2. Set up an Outbound Gateway

This tells VideoSDK where to send outgoing calls from your agent.

  • Go to Telephony Outbound Gateways and click Add Outbound Gateway.
  • Give it a name and add your phone number.
  • In the Address field, enter the Termination SIP URI provided by your SIP provider.
Video SDK Image

3. Create a Routing Rule

This is the final step that connects everything. The routing rule links a phone number to your specific deployed agent.

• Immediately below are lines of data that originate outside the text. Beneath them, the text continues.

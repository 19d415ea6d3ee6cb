"""The tree of errors: exit statuses, messages on one line, and copies that keep what they carry."""

import copy
import pickle

import pytest

from bandbook import errors
from bandbook.errors import AuthorError, BandbookError, Problem, RunError, WorkingsError, exit_status, key_text

PROBLEM = Problem("found 5", "allowed is 1 to 3", "correct it", ("sites", 2, "alpha"))


def test_every_kind_has_its_exit_status() -> None:
    kinds = [kind for kind in vars(errors).values() if isinstance(kind, type) and issubclass(kind, BandbookError)]
    own = {kind.__name__: kind.exit_status for kind in kinds if kind is not BandbookError}
    assert own == {"WorkingsError": 1, "AuthorError": 2, "PhysicsError": 3, "RunError": 4, "IntegrityError": 5}
    for name, status in own.items():
        assert f"{name}" in (errors.__doc__ or "")
        assert f"  {status}  " in (errors.__doc__ or "")


@pytest.mark.parametrize(
    ("statuses", "status"),
    [([], 0), ([0, 0], 0), ([1, 3], 3), ([3, 4], 4), ([4, 2], 2), ([2, 5, 1], 5), ([1, 0], 1)],
)
def test_several_outcomes(statuses: list[int], status: int) -> None:
    """The contract: the first of 5, 2, 4, 3, 1."""
    assert exit_status(statuses) == status


def test_a_problem_is_placed_and_printed_on_one_line() -> None:
    assert str(PROBLEM) == "sites[2].alpha: found 5; allowed is 1 to 3; correct it"
    placed = PROBLEM.below("system").at("content/cases/a.md", 7)
    assert str(placed) == "content/cases/a.md:7: system.sites[2].alpha: found 5; allowed is 1 to 3; correct it"
    assert "\n" not in str(Problem("a\nb", "c", "d\x1b", ("e\n",)))


def test_keys() -> None:
    assert key_text(()) == ""
    assert key_text(("a", 0, 1, "b", "c")) == "a[0][1].b.c"


@pytest.mark.parametrize(
    "error",
    [
        AuthorError([PROBLEM, PROBLEM.at("a.md", 3)]),
        WorkingsError("failed", cell=2, source="x", traceback="t", line=5),
        RunError("too long", reason="timed out"),
    ],
)
def test_copies_keep_everything(error: BandbookError) -> None:
    for other in (copy.copy(error), pickle.loads(pickle.dumps(error))):  # noqa: S301 - what was pickled here
        assert type(other) is type(error)
        assert str(other) == str(error)
        assert vars(other) == vars(error)


def test_an_author_error_tells_every_problem() -> None:
    error = AuthorError([PROBLEM, PROBLEM.at("a.md", 3)])
    assert str(error).splitlines() == [str(problem) for problem in error.problems]
    assert str(AuthorError([])) == ""
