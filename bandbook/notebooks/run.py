"""Execute a notebook in a kernel of its own."""

import asyncio
import contextlib
import math
import platform
import time
from collections.abc import Callable, Mapping
from dataclasses import dataclass, field
from typing import Any

from bandbook.exhibits.paper import Paper
from bandbook.notebooks.compose import compose
from bandbook.notebooks.endings import Ended, error_of
from bandbook.notebooks.harvest import Harvest, harvest
from bandbook.notebooks.kernels import Kernel, fresh_kernel, silent_log
from bandbook.notebooks.outputs import bounded, note_shortened, tidied


def local_runner(*, timeout: float) -> Callable[[Mapping[str, Any], str], Harvest]:
    """Return the runner that executes a case on this machine.

    Args:
        timeout: Longest time of one cell, s.
    """

    def run_one(parameters: Mapping[str, Any], key: str) -> Harvest:
        began, clock = time.time(), time.monotonic()
        notebook = run_notebook(compose(parameters, key), timeout=timeout)
        run = {"began": began, "seconds": time.monotonic() - clock, "host": platform.node()}
        return harvest(notebook, run=run)

    return run_one


def drawing_runner(*, timeout: float, paper: Paper) -> Callable[[Mapping[str, Any], str], Harvest]:
    """Return the runner that executes a case with its figures drawn for a paper.

    Args:
        timeout: Longest time of one cell, s.
        paper: What they are drawn for.
    """

    def run_one(parameters: Mapping[str, Any], key: str) -> Harvest:
        return harvest(run_notebook(compose(parameters, key, paper=paper.as_dict()), timeout=timeout))

    return run_one


def run_notebook(notebook: Any, *, timeout: float) -> Any:
    """Execute a notebook in a fresh kernel and return it, tidied.

    Args:
        notebook: As ``compose`` gives it; its outputs are filled.
        timeout: Longest time of one cell, s.

    Raises:
        WorkingsError: An author's code cell failed.
        PhysicsError: A question makes no sense for its model, or the numbers failed.
        AuthorError: A function of the workings built no model, or a study names what the model lacks.
        RunError: The run timed out, or the kernel died. Every error carries the number of its step, and the notebook
            as far as it ran.
    """
    with fresh_kernel() as kernel:
        execution = Execution(notebook, kernel, timeout)
        try:
            asyncio.run(execution.drive())
        except Exception as error:
            raise error_of(error, execution.ended()) from error
        return execution.tidied()


@dataclass
class Execution:
    """One execution: what runs, and how far it came.

    Attributes:
        notebook: Filled as it runs.
        kernel: Started and ended by ``drive``.
        timeout: Longest time of one cell, s.
        index: Number of the cell that runs, from 0.
        exit_code: How the kernel ended before it was told to.
        shortened: Streams that were cut: number of the cell, stream.
    """

    notebook: Any
    kernel: Kernel
    timeout: float
    index: int = 0
    exit_code: int | None = None
    shortened: set[tuple[int, str]] = field(default_factory=set)

    async def drive(self) -> None:
        """Start the kernel, execute cell by cell, and end it, whatever happens."""
        from nbclient.exceptions import DeadKernelError

        client = self._client()
        try:
            await client.async_start_new_kernel(**self.kernel.place)
            await client.async_start_new_kernel_client()
            for index, cell in enumerate(self.notebook.cells):
                self.index = index
                await client.async_execute_cell(cell, index, execution_count=client.code_cells_executed + 1)
        except DeadKernelError as error:
            task = asyncio.current_task()
            if task is not None and task.cancelling():  # nbclient takes an interrupted command for a dead kernel
                raise asyncio.CancelledError from error
            raise
        finally:
            self.exit_code = self.kernel.exit_code
            self.kernel.end()
            with contextlib.suppress(Exception):
                client.kc.stop_channels()
            await self.kernel.manager.cleanup_resources()

    def _client(self) -> Any:
        from nbclient import NotebookClient

        client = NotebookClient(
            self.notebook,
            km=self.kernel.manager,
            timeout=max(1, math.ceil(self.timeout)),
            startup_timeout=120,
            record_timing=False,
            raise_on_iopub_timeout=True,
            iopub_timeout=60,
            store_widget_state=False,
            on_cell_executed=_refuse_exit,
            log=silent_log(),
        )
        client.output = bounded(client.output, self.shortened)
        client.reset_execution_trackers()
        return client

    def tidied(self) -> Any:
        """Return the notebook as far as it ran, tidied."""
        note_shortened(self.notebook, self.shortened)
        self.shortened = set()
        return tidied(self.notebook, self.kernel.scratch)

    def ended(self) -> Ended:
        """Return how it ended."""
        return Ended(self.tidied(), self.index, self.timeout, self.exit_code)


def _refuse_exit(*, execute_reply: Any, **_: Any) -> None:
    """Notice ``quit()``, which a kernel answers as if all were well."""
    from nbclient.exceptions import DeadKernelError

    payload = execute_reply["content"].get("payload") or ()
    if any(entry.get("source") == "ask_exit" for entry in payload):
        raise DeadKernelError("a cell asked its kernel to end")
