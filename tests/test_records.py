"""A record is what formats.md says, and reference values are judged on the host."""

import json
from pathlib import Path
from typing import Any

import pytest

from bandbook.cases import Book, CheckedCase, ParameterSet, ParameterUse, Reference, case_of
from bandbook.exhibits import Quantity
from bandbook.records import Record, is_within, make_record
from bandbook.store import Result

QUANTITIES = (
    Quantity("levels.homo", "level", -1.545084972, "eV", "highest filled level", 0.618033989),
    Quantity("levels.gap", "difference", 3.09016994, "eV", "gap"),
    Quantity("levels.gap_levels", "count", 2, "", "gap levels"),
    Quantity("levels.k_1", "wavenumber", 0.2, "π/a", "k"),
    Quantity("levels.pi_energy", "total", None, "eV", "energy of the π electrons"),
    Quantity("workings.edge", "number", 0.25, "Å", "an edge"),
)
FILE = "content/cases/a/b.md"


def record(*references: Reference, recorded: tuple[Reference, ...] = (), **more: Any) -> Record:
    case = case_of("---\ntitle: A chain\n---\n", identity="a/b", file=FILE)
    uses = (ParameterUse("pi", "beta", "beta", 7, -2.5), ParameterUse("pi", "alpha", "alpha", 7, 0.0))
    checked = CheckedCase(case, {}, references, recorded, uses)
    book = Book(
        Path("/book"), Path("/book/docs"), sets={"pi": ParameterSet("pi", "docs/parameters/pi.toml", digest="sha256:5")}
    )
    exhibits = {
        "study": "levels",
        "kind": "table",
        "name": "levels",
        "file": "tables/levels.csv",
        "alt": "",
        "caption": "Levels.",
    }
    rows = tuple(quantity.as_dict() for quantity in more.get("quantities", QUANTITIES))
    warnings = ({"study": "levels", "text": "Mind the end."},)
    inputs, versions = {"system": "sha256:1"}, {"python": "3.11"}
    step = {**exhibits, "step": "step-1", "html": "<table>"}
    return make_record(checked, Result("sha256:0", rows, (step,), warnings, inputs, versions, {}, Path("/s")), book)


def reference(quantity: str = "levels.homo", value: float = -1.545, within: float = 0.001, **more: Any) -> Reference:
    return Reference(quantity, value, within, **{"note": "closed form", "line": 21, **more})


def test_as_dict_is_the_record_of_formats_md() -> None:
    found = record(
        reference(source="known1961", note=""),
        recorded=(
            Reference("levels.homo", 0.62, None, "beta", "known1961", "", 30),
            Reference("old.x", 1.5, None, note="notebook 3"),
        ),
    ).as_dict()
    assert list(found) == [
        "format", "case", "title", "key", "quantities", "references", "exhibits", "warnings", "inputs", "environment",
    ]  # fmt: skip
    assert (found["format"], found["case"], found["title"], found["key"]) == (1, "a/b", "A chain", "sha256:0")
    assert list(found["quantities"][0].items()) == [
        ("name", "levels.homo"),
        ("kind", "level"),
        ("value", -1.545084972),
        ("unit", "eV"),
        ("in_beta", 0.618033989),
        ("uncertainty", None),
        ("recorded", False),
        ("meaning", "highest filled level"),
    ]
    assert found["references"] == [
        {
            "quantity": "levels.homo",
            "value": -1.545,
            "within": 0.001,
            "found": -1.545084972,
            "unit": "eV",
            "agrees": True,
            "source": "known1961",
            "note": None,
        }
    ]
    assert found["exhibits"] == [
        {"study": "levels", "kind": "table", "file": "tables/levels.csv", "alt": "", "caption": "Levels."}
    ]
    assert found["warnings"] == ["levels: Mind the end."]
    assert found["inputs"] == {"system": "sha256:1", "parameters/pi.toml": "sha256:5"}
    assert found["environment"] == {"python": "3.11"}
    assert json.loads(json.dumps(found, allow_nan=False)) == found


def test_recorded_values_stand_among_the_quantities_and_say_so() -> None:
    recorded = (
        Reference("levels.homo", 0.62, None, "beta", "known1961"),
        Reference("old.x", 1.5, None, note="notebook 3"),
    )
    rows = record(recorded=recorded).as_dict()["quantities"]
    assert [row["name"] for row in rows if not row["recorded"]] == [quantity.name for quantity in QUANTITIES]
    assert rows[-2] == {
        "name": "levels.homo",
        "kind": "level",
        "value": None,
        "unit": "eV",
        "in_beta": 0.62,
        "uncertainty": None,
        "recorded": True,
        "meaning": "known1961",
    }
    assert (rows[-1]["value"], rows[-1]["unit"], rows[-1]["kind"], rows[-1]["meaning"]) == (
        1.5,
        "",
        "number",
        "notebook 3",
    )


@pytest.mark.parametrize(
    ("found", "stated", "within", "decimals", "agrees"),
    [
        (1.45, 1.40, 0.05, 9, True),
        (1.35, 1.40, 0.05, 9, True),
        (1.4500001, 1.40, 0.05, 9, False),
        (0.333333333, 1 / 3, 0.0, 9, True),  # half a unit of the ninth decimal
        (0.333333333, 1 / 3, 1e-12, 9, True),
        (0.333333334, 1 / 3, 0.0, 9, False),
        (0.333333333333, 1 / 3, 0.0, 12, True),
        (0.333333333, 1 / 3, 0.0, 12, False),
        (2.0, 2.0, 0.0, 0, True),
        (2.0, 3.0, 0.0, 0, False),
        (2.0, 2.5, 0.25, 0, False),
        (-0.0, 0.0, 0.0, 9, True),
        (12345.678901234, 12345.678901234, 0.0, 9, True),
        (None, 0.0, 1e9, 9, False),
    ],
)
def test_the_bound_is_included_and_stored_decimals_are_allowed_for(
    found: float | None,
    stated: float,
    within: float,
    decimals: int,
    agrees: bool,  # noqa: FBT001 - a column of the table
) -> None:
    assert is_within(found, stated, within, decimals=decimals) is agrees


def test_a_value_in_units_of_beta() -> None:
    (row,) = record(reference(value=0.618, unit="beta")).references
    assert (row["found"], row["unit"], row["agrees"]) == (0.618033989, "beta", True)
    assert record(reference(value=0.618)).agrees is False


def test_decimals_go_by_the_kind() -> None:
    assert record(reference("levels.k_1", 0.2 + 1e-10, 0.0)).agrees is False
    assert record(reference("levels.homo", -1.545084972 + 4e-10, 0.0)).agrees is True
    assert record(reference("levels.gap_levels", 2.0, 0.0)).agrees is True
    assert record(reference("levels.gap_levels", 2.4, 0.0)).agrees is False


@pytest.mark.parametrize("unit", ["", "beta"])
def test_no_answer_disagrees_with_every_number(unit: str) -> None:
    made = record(reference("levels.pi_energy", 0.0, 1e9, unit=unit))
    assert not made.agrees
    assert made.references[0]["found"] is None
    assert made.problems == ()
    assert made.disagreements[0].startswith(f"{FILE}:21: levels.pi_energy has no answer; the reference value is 0.0 ±")


def test_a_disagreement_names_its_line_both_numbers_and_the_source() -> None:
    made = record(
        reference(value=-1.6, source="known1961", note=""), reference(), reference(value=0.7, unit="beta", line=25)
    )
    assert made.agrees is False
    assert made.disagreements == (
        f"{FILE}:21: levels.homo is -1.545084972 eV; the reference value is -1.6 ± 0.001 eV (known1961); correct the case or the reference value",
        f"{FILE}:25: levels.homo is 0.618033989 β; the reference value is 0.7 ± 0.001 β (closed form); correct the case or the reference value",
    )


@pytest.mark.parametrize(
    ("stated", "text"),
    [
        (
            reference("levels.hommo"),
            'levels.hommo: the run gave "levels" no quantity "hommo"; it gave homo, gap, gap_levels, k_1, pi_energy; did you mean "homo"?',
        ),
        (
            reference("workings.egde"),
            'workings.egde: the run gave "workings" no quantity "egde"; it gave edge; did you mean "edge"?',
        ),
        (
            reference("bands.gap"),
            'bands.gap: the run gave no quantity "bands.gap"; it gave levels.homo, levels.gap, levels.gap_levels, levels.k_1, '
            "levels.pi_energy, workings.edge; name one of them",
        ),
        (
            reference("levels.gap", 1.0, unit="beta"),
            'levels.gap: "levels.gap" has no value in β; unit = "beta" needs a system with a β; '
            "give the system a beta_unit, or remove unit",
        ),
        (
            reference("workings.edge", 1.0, unit="beta"),
            'workings.edge: "workings.edge" has no value in β; a number has none; those of kind level, difference, total, fit,'
            " fit level have one; remove unit",
        ),
    ],
)
def test_a_mistake_that_only_a_run_shows(stated: Reference, text: str) -> None:
    made = record(stated, reference())
    assert [str(problem) for problem in made.problems] == [f"{FILE}:21: {text}"]
    assert [row["quantity"] for row in made.references] == ["levels.homo"]
    assert made.agrees


def test_a_run_that_gave_nothing() -> None:
    made = record(reference(), quantities=())
    assert "it gave nothing; name one of them" in str(made.problems[0])
    assert made.summary == ""


def test_a_long_list_of_names_is_cut() -> None:
    many = tuple(Quantity(f"levels.energy_{number}", "level", 1.0, "eV") for number in range(1, 40))
    (problem,) = record(reference("levels.zzz"), quantities=many).problems
    assert problem.allowed.endswith("energy_12, …")


def test_the_summary_leaves_out_what_has_no_answer_or_is_recorded() -> None:
    made = record(recorded=(Reference("old.gap", 9.0, None, note="n"),))
    assert [row["name"] for row in made.key_quantities] == ["levels.gap", "levels.homo"]
    assert made.summary == "levels.gap 3.0902 eV, levels.homo −1.5451 eV"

  • Go to Telephony, in Routing Rules click on Add Routing Rules Gateway.
  • Select a direction (e.g., inbound).
  • Choose the gateway you just created.
  • Set Agent Type to Cloud.
  • In the Deployment ID field, paste the Worker ID from your videosdk.yaml file.
  • Click Create.
Video SDK Image

Making an Outbound Call

To trigger an outbound call from your agent, you can make a simple API request to the VideoSDK SIP endpoint.

Use a POST request with your VIDEOSDK_TOKEN for authorization. In the body, specify the gatewayId (from your Outbound Gateway) and the phone number to call in sipCallTo.

curl --request POST \\\\
  --url <https://api.videosdk.live/v2/sip/call> \\\\
  --header 'Authorization: YOUR_VIDEOSDK_TOKEN' \\\\
  --header 'Content-Type: application/json' \\\\
  --data '{
    "gatewayId": "gw_123456789",
    "sipCallTo": "+14155550123"
  }'

Managing Agent Sessions Programmatically

While routing rules automatically manage sessions, you can also control them via API for advanced use cases, like starting a session on demand or for cost management.

Start a Deployment Session:

curl --request POST \\\\
  --url <https://api.videosdk.live/ai/v1/ai-deployment-sessions/start> \\\\
  --header 'Authorization: YOUR_VIDEOSDK_TOKEN' \\\\
  --header 'Content-Type: application/json' \\\\
  --data '{
    "deploymentId": "<your-deployment-id>"
  }'

End a Deployment Session:

curl --request POST \\\\
  --url <https://api.videosdk.live/ai/v1/ai-deployment-sessions/end> \\\\
  --header 'Authorization: YOUR_VIDEOSDK_TOKEN' \\\\
  --header 'Content-Type: application/json' \\\\
  --data '{
    "sessionId": "<session-id-from-start-response>"
  }'

Next Step

That's it! You've successfully built a Python AI agent, deployed it to the cloud, and connected it to the global telephone network for both inbound and outbound calls.